The hydroponic co-cultivation systems can be used to study the attachment of bacteria to the root structure as seen in this microscopic visualization, where PCherry red flourescence-labeled bacteria were localized to the plant root structure with a typical rock-like or filamenta shape. Gene expression profiles of both plant posts and interacting microbes can be ascertained via QRTPCR. After eight hours of co-cultivation, eight tumefacians cells revealed up regulation of expression of virulence genes.
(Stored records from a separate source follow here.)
// A computed lineage is kept with its collection's lineage_version (migration 0051) and served
// again only while that version stands: any change to the collection's items, made by the app or
// directly in the database, and any lab's new name, make the next answer a fresh one.
import { describe, it, expect, beforeAll } from 'vitest';
import { signedIn, DEMO, type Client } from '../helpers/http';
import { newSpecimen } from '../helpers/registry';
import { asSuperuser } from '../helpers/scratch-db';

const DB = process.env.REGOLOG_DB_NAME ?? 'regolog_test';
let curator: Client;

beforeAll(async () => {
	curator = await signedIn(DEMO.curator);
});

async function lineage(code: string) {
	const r = await curator.get(`/api/items/${code}/lineage`);
	expect(r.status).toBe(200);
	return { body: r.body, queries: Number(r.headers.get('x-regolog-queries')) };
}
const entry = (l: { body: { descendants: { code: string }[] } }, code: string) => l.body.descendants.find((d) => d.code === code) as Record<string, unknown>;

describe('lineage answers kept in memory', () => {
	it('are served again while nothing changes, and recomputed after any change to the tree', async () => {
		const root = await newSpecimen(curator, 10_000_000);
		const split = await curator.post(`/api/items/${root}/splits`, { children: [{ massUg: 1000 }, { massUg: 2000 }] });
		expect(split.status).toBe(201);
		const [a, b] = split.body.children.map((c: { code: string }) => c.code);

		const first = await lineage(root);
		expect(first.body.descendants).toHaveLength(2);
		const again = await lineage(root);
		expect(again.body).toEqual(first.body);
		// the second answer needed no recursive query
		expect(again.queries).toBeGreaterThan(0);
		expect(again.queries).toBeLessThan(first.queries);

		// a split further down the tree: new items and a changed mass
		expect((await curator.post(`/api/items/${a}/splits`, { children: [{ massUg: 100 }] })).status).toBe(201);
		const grown = await lineage(root);
		expect(grown.body.descendants).toHaveLength(3);
		expect(entry(grown, a)).toMatchObject({ massUg: 900, children: 1 });

		// a change made behind the app's back still counts
		await asSuperuser(DB, (c) => c.query(`UPDATE items SET state = 'earmarked' WHERE code = $1`, [b]));
		const changed = await lineage(root);
		expect(entry(changed, b)).toMatchObject({ state: 'earmarked' });
		expect(changed.queries).toBe(first.queries);

		// a lab's new name shows as the holder, exactly, whatever characters JSON must escape in it
		const lab = `Lineage "Cache" Lab \\ ${Date.now()}\t– Łódź`;
		await asSuperuser(DB, async (c) => {
			const { rows: [l] } = await c.query(`INSERT INTO labs (name, short_name) VALUES ($1, $2) RETURNING id`, [lab, `LCL${Date.now() % 1e6}`]);
			await c.query(`UPDATE items SET holder_lab_id = $1, state = 'on_loan' WHERE code = $2`, [l.id, b]);
		});
		expect(entry(await lineage(root), b)).toMatchObject({ holder: lab, state: 'on_loan' });
		await asSuperuser(DB, (c) => c.query(`UPDATE labs SET name = $1 WHERE name = $2`, [`${lab} (renamed)`, lab]));
		expect(entry(await lineage(root), b)).toMatchObject({ holder: `${lab} (renamed)` });

		// and the leaf's own lineage (its ancestors) follows the same rule
		const up = await lineage(b);
		expect(up.body.ancestors.map((x: { code: string }) => x.code)).toEqual([root]);
		expect((await lineage(b)).queries).toBeLessThan(up.queries);
	});
});
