// The coolant's caution travels with the hazard: the transfer records the net mass of dry ice
// (required with dry ice, refused without it), and the custody receipt PDF and the "dispatched"
// message carry the same caution as the transfer page (src/lib/cautions.ts), deferring to the
// carrier's dangerous-goods rules, the safety officers and local regulations. The facility is named
// by the `facility.name` setting everywhere. The words are Regolog's own (DESIGN §7); no published
// source is checked here.
import { describe, it, expect, beforeAll, afterAll } from 'vitest';
import { QueryTypes } from 'sequelize';
import { BASE, signedIn, DEMO, type Client } from '../helpers/http';
import { waitForMail } from '../helpers/mail';
import { grantedAndSetAside } from '../helpers/custody';
import { pdftext } from '../helpers/pdf';
import { db, closeDb } from '../../src/lib/server/db';
import { COOLANT_CAUTIONS } from '../../src/lib/cautions';

const PASSWORD = process.env.REGOLOG_DEMO_PASSWORD || 'brightwater-demo';
const FACILITY = 'Larkspur Test Curation Hall';
const packing = { container: 'PTFE vial in steel can', seal: 'S-9', carrier: 'Corvane Courier', trackingRef: 'T-9' };

let lab: Client;
let curator: Client;
let before: unknown;
const transfers = async () => Number((await db().query<{ n: number }>('SELECT count(*)::int AS n FROM transfers', { type: QueryTypes.SELECT }))[0].n);

beforeAll(async () => {
	lab = await signedIn(DEMO.fennick);
	curator = await signedIn(DEMO.curator);
	[{ value: before }] = await db().query<{ value: unknown }>(`SELECT value FROM settings WHERE key = 'facility.name'`, { type: QueryTypes.SELECT });
	await db().query(`UPDATE settings SET value = to_jsonb(CAST(:v AS text)) WHERE key = 'facility.name'`, { replacements: { v: FACILITY } });
});
afterAll(async () => {
	await db().query(`UPDATE settings SET value = CAST(:v AS jsonb) WHERE key = 'facility.name'`, { replacements: { v: JSON.stringify(before) } });
	await closeDb();
});

describe('dry ice on a transfer', () => {
	it('needs its net mass with dry ice, refuses one with another coolant or out of range, and changes nothing when refused', async () => {
		const { id } = await grantedAndSetAside(lab, curator, 'HLF', 700);
		const n = await transfers();
		for (const [body, message] of [
			[{ coolant: 'dry_ice' }, /is required with dry ice/],
			[{ coolant: 'dry_shipper', dryIceKg: 2 }, /only recorded with dry ice/],
			[{ coolant: 'dry_ice', dryIceKg: 0 }, /more than 0 kg/],
			[{ coolant: 'dry_ice', dryIceKg: 2.0005 }, /at most 3 decimals/],
			[{ coolant: 'dry_ice', dryIceKg: '2.5 kg' }, /not a net mass in kg/],
			[{ coolant: 'dry_ice', dryIceKg: 501 }, /more than 500 kg/]
		] as const) {
			const r = await curator.post('/api/transfers', { requestId: id, ...packing, ...body });
			expect(r.status, JSON.stringify(body)).toBe(422);
			expect(r.body.error.fields.dryIceKg, JSON.stringify(body)).toMatch(message);
		}
		expect(await transfers()).toBe(n);
	});

	it('is shown on the transfer, its receipt carries the caution, and the "dispatched" message too', async () => {
		const { id, code } = await grantedAndSetAside(lab, curator, 'HLF', 800);
		const prep = await curator.post('/api/transfers', { requestId: id, ...packing, coolant: 'dry_ice', dryIceKg: '2,25' });
		expect(prep.status, JSON.stringify(prep.body)).toBe(201);
		const x = prep.body.transfer;
		expect(x).toMatchObject({ coolant: 'dry_ice', dryIceKg: 2.25, dryIceText: '2.25 kg' });
		expect(x.from.name).toBe(FACILITY);

		const page = await curator.get(`/transfers/${x.id}`);
		expect(page.status).toBe(200);
		expect(String(page.body)).toContain('Dry ice, net mass');
		expect(String(page.body)).toContain('2.25 kg');
		expect(String(page.body)).toContain(`/labels?codes=${encodeURIComponent(code)}`);

		const sent = await curator.post(`/api/transfers/${x.id}/sign`, { meaning: 'dispatched', password: PASSWORD });
		expect(sent.status, JSON.stringify(sent.body)).toBe(201);

		const res = await fetch(`${BASE}/api/transfers/${x.id}/receipt`, { headers: { cookie: curator.cookie!, origin: BASE } });
		expect(res.status).toBe(200);
		const text = pdftext(Buffer.from(await res.arrayBuffer())).replace(/\s+/g, ' ');
		const caution = COOLANT_CAUTIONS.dry_ice;
		expect(text).toContain(`Regolog · ${FACILITY}`);
		expect(text).toContain('Dry ice, net mass: 2.25 kg');
		for (const words of [caution.title, 'Dry ice is a dangerous good in transport.', "carrier's dangerous-goods rules", "institution's safety officers", 'local regulations']) {
			expect(text, words).toContain(words);
		}

		const mail = await waitForMail((m) => m.to.includes(DEMO.fennick) && m.text.includes(x.number) && /dispatched/i.test(m.subject), 30_000);
		const body = mail.text.replace(/\s+/g, ' ');
		expect(body).toContain('Dry ice, net mass: 2.25 kg.');
		expect(body).toContain(caution.title);
		for (const line of caution.lines) expect(body).toContain(line);
		expect(body).toContain(caution.defer);
		expect(body).toContain(`— Regolog, ${FACILITY}`);
	});

	it('a dry shipper is one that may be a dangerous good, as the carrier decides, on the receipt too', async () => {
		const { id } = await grantedAndSetAside(lab, curator, 'HLF', 600);
		const prep = await curator.post('/api/transfers', { requestId: id, ...packing, coolant: 'dry_shipper' });
		expect(prep.status, JSON.stringify(prep.body)).toBe(201);
		expect(prep.body.transfer.dryIceKg).toBeNull();
		const res = await fetch(`${BASE}/api/transfers/${prep.body.transfer.id}/receipt`, { headers: { cookie: curator.cookie!, origin: BASE } });
		const text = pdftext(Buffer.from(await res.arrayBuffer())).replace(/\s+/g, ' ');
		expect(text).toContain(COOLANT_CAUTIONS.dry_shipper.title);
		expect(text).toContain('may be a dangerous good in transport, as the carrier decides');
		expect(text).not.toContain('Dry ice, net mass');
	});
});
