import { describe, it, expect, afterAll } from 'vitest';
import { mkdtempSync, rmSync, statSync } from 'node:fs';
import { dirname, join } from 'node:path';
import { spawnSync } from 'node:child_process';
import pg from 'pg';
import { Sequelize } from 'sequelize';
import { startCluster, stopCluster, ensureDatabase, clusterDir, pgBinDir } from '../../scripts/lib/pg.mjs';
import { asSuperuser } from '../helpers/scratch-db';
import { verifyTrail } from '../../src/lib/server/trail';
import { grantAppPrivileges } from '../../src/lib/server/migrator';

/**
 * The restore README.md "Deploying" describes, carried out: the test database dumped with
 * pg_dump as the owner role (custom format, no owners, no privileges), restored with pg_restore
 * into a fresh cluster of its own on the test scheme's scratch database port, as the owner role
 * there, the app role's rights granted as every migrator run grants them; then the trail verifies
 * in the copy, as the app role, and the copy holds what the original held when the dump began.
 */
const root = mkdtempSync(join(process.cwd(), '.regolog', 'restore-'));
const port = Number(process.env.REGOLOG_TEST_PORT_SCRATCH_DB ?? 24323);
const SOURCE = process.env.REGOLOG_DB_NAME ?? 'regolog_test';
const user = process.env.REGOLOG_DB_USER ?? 'regolog';
const password = process.env.REGOLOG_DB_PASSWORD ?? 'regolog-local';
const owner = process.env.REGOLOG_DB_OWNER ?? 'regolog_owner';
const ownerPassword = process.env.REGOLOG_DB_OWNER_PASSWORD ?? 'regolog-owner-local';
const TARGET = 'regolog_restored';
const quiet = () => {};
let restored: Sequelize | null = null;
let restoredOwner: Sequelize | null = null;

afterAll(async () => {
	await restored?.close();
	await restoredOwner?.close();
	stopCluster({ root, log: quiet });
	rmSync(dirname(clusterDir(root, quiet)), { recursive: true, force: true });
	rmSync(root, { recursive: true, force: true });
}, 60_000);

function run(program: string, args: string[]) {
	const r = spawnSync(join(pgBinDir()!, program), args, { env: { ...process.env, PGPASSWORD: ownerPassword }, encoding: 'utf8' });
	if (r.status !== 0) throw new Error(`${program} failed (${r.status}):\n${r.stderr}${r.stdout}`);
	return r;
}

const COUNTED = ['items', 'splits', 'ledger_entries', 'trail_events', 'documents', 'allocation_requests', 'transfers', 'handling_sessions', 'users', 'schema_migrations'];

describe('backup and restore', () => {
	it('a pg_dump of the database restores into a fresh cluster where the trail verifies', async () => {
		const dump = join(root, 'regolog.dump');
		run('pg_dump', ['--format=custom', '--no-owner', '--no-privileges', '-h', process.env.REGOLOG_DB_HOST ?? '127.0.0.1', '-p', String(process.env.REGOLOG_DB_PORT ?? 24320), '-U', owner, '-d', SOURCE, '-f', dump]);
		expect(statSync(dump).size).toBeGreaterThan(10_000);

		const cluster = await startCluster({ root, port, log: quiet });
		expect(cluster.reused).toBe(false);
		await ensureDatabase({ port, password: cluster.password, dbName: TARGET, user, userPassword: password, owner, ownerPassword, fresh: true });
		run('pg_restore', ['--no-owner', '--no-privileges', '--exit-on-error', '--single-transaction', '-h', '127.0.0.1', '-p', String(port), '-U', owner, '-d', TARGET, dump]);
		// the app role's rights, as every migrator run grants them (npm run db:setup -- --no-seed)
		restoredOwner = new Sequelize(TARGET, owner, ownerPassword, { host: '127.0.0.1', port, dialect: 'postgres', dialectModule: pg, logging: false });
		await grantAppPrivileges(restoredOwner, user);

		restored = new Sequelize(TARGET, user, password, { host: '127.0.0.1', port, dialect: 'postgres', dialectModule: pg, logging: false });
		const trail = await verifyTrail(restored);
		expect(trail, JSON.stringify(trail)).toMatchObject({ ok: true, firstBrokenAt: null });
		expect(trail.events).toBeGreaterThan(0);

		// the copy's newest event is the original's event of that number, hash for hash (the original
		// may have gone on since the dump began, but never changes what it had)
		const [[head]] = (await restored.query('SELECT seq::text AS seq, hash::text AS hash FROM trail_events e ORDER BY e.seq DESC LIMIT 1')) as [{ seq: string; hash: string }[], unknown];
		const there = (await asSuperuser(SOURCE, (c) => c.query('SELECT hash::text AS hash FROM trail_events WHERE seq = $1', [head.seq]))).rows[0];
		expect(there?.hash).toBe(head.hash);
		expect(Number(head.seq)).toBe(trail.events);

		// every table came across, none empty that was not, and the schema needs no migration
		const [tables] = (await restored.query(`SELECT tablename FROM pg_tables WHERE schemaname = 'public' ORDER BY 1`)) as [{ tablename: string }[], unknown];
		const original = (await asSuperuser(SOURCE, (c) => c.query(`SELECT tablename FROM pg_tables WHERE schemaname = 'public' ORDER BY 1`))).rows;
		expect(tables).toEqual(original);
		for (const t of COUNTED) {
			const [[{ n }]] = (await restored.query(`SELECT count(*)::int AS n FROM "${t}"`)) as [{ n: number }[], unknown];
			const now = (await asSuperuser(SOURCE, (c) => c.query(`SELECT count(*)::int AS n FROM "${t}"`))).rows[0].n;
			expect(n, t).toBeGreaterThan(0);
			expect(n, t).toBeLessThanOrEqual(now);
		}
		const [migrated] = (await restored.query('SELECT name FROM schema_migrations ORDER BY name')) as [{ name: string }[], unknown];
		const wanted = (await asSuperuser(SOURCE, (c) => c.query('SELECT name FROM schema_migrations ORDER BY name'))).rows;
		expect(migrated).toEqual(wanted);

		// the database's own functions and triggers came along, and still guard the trail
		const routines = `SELECT (SELECT count(*)::int FROM pg_proc p JOIN pg_namespace n ON n.oid = p.pronamespace WHERE n.nspname = 'public') AS functions,
		                         (SELECT count(*)::int FROM pg_trigger WHERE NOT tgisinternal) AS triggers`;
		const [[copy]] = (await restored.query(routines)) as [{ functions: number; triggers: number }[], unknown];
		expect(copy).toEqual((await asSuperuser(SOURCE, (c) => c.query(routines))).rows[0]);
		expect(copy.triggers).toBeGreaterThan(0);
		await expect(restored.query(`DELETE FROM trail_events WHERE seq = 1`)).rejects.toThrow();
	}, 180_000);
});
At the same time, roots of A thaliana revealed differential gene expression in response to co-cultivation. After 72 hours of co-cultivation, 35 compounds were enhanced and 76 compounds were decreased in the secretome of inoculated plants compared to the control. This technique paves the way for researchers to study plant-microbe interactions and explore the reciprocal responses between plant and microbe or microbe biome partners, or plant responses to abiotic factors in a simple set-up that closely mimics the natural environment.
After watching this with you, we hope you are able to set up a plant microbial co-cultivation system in hydroponics to study molecular plants, microbial interactions and the signaling responses in a more natural and manageable environment.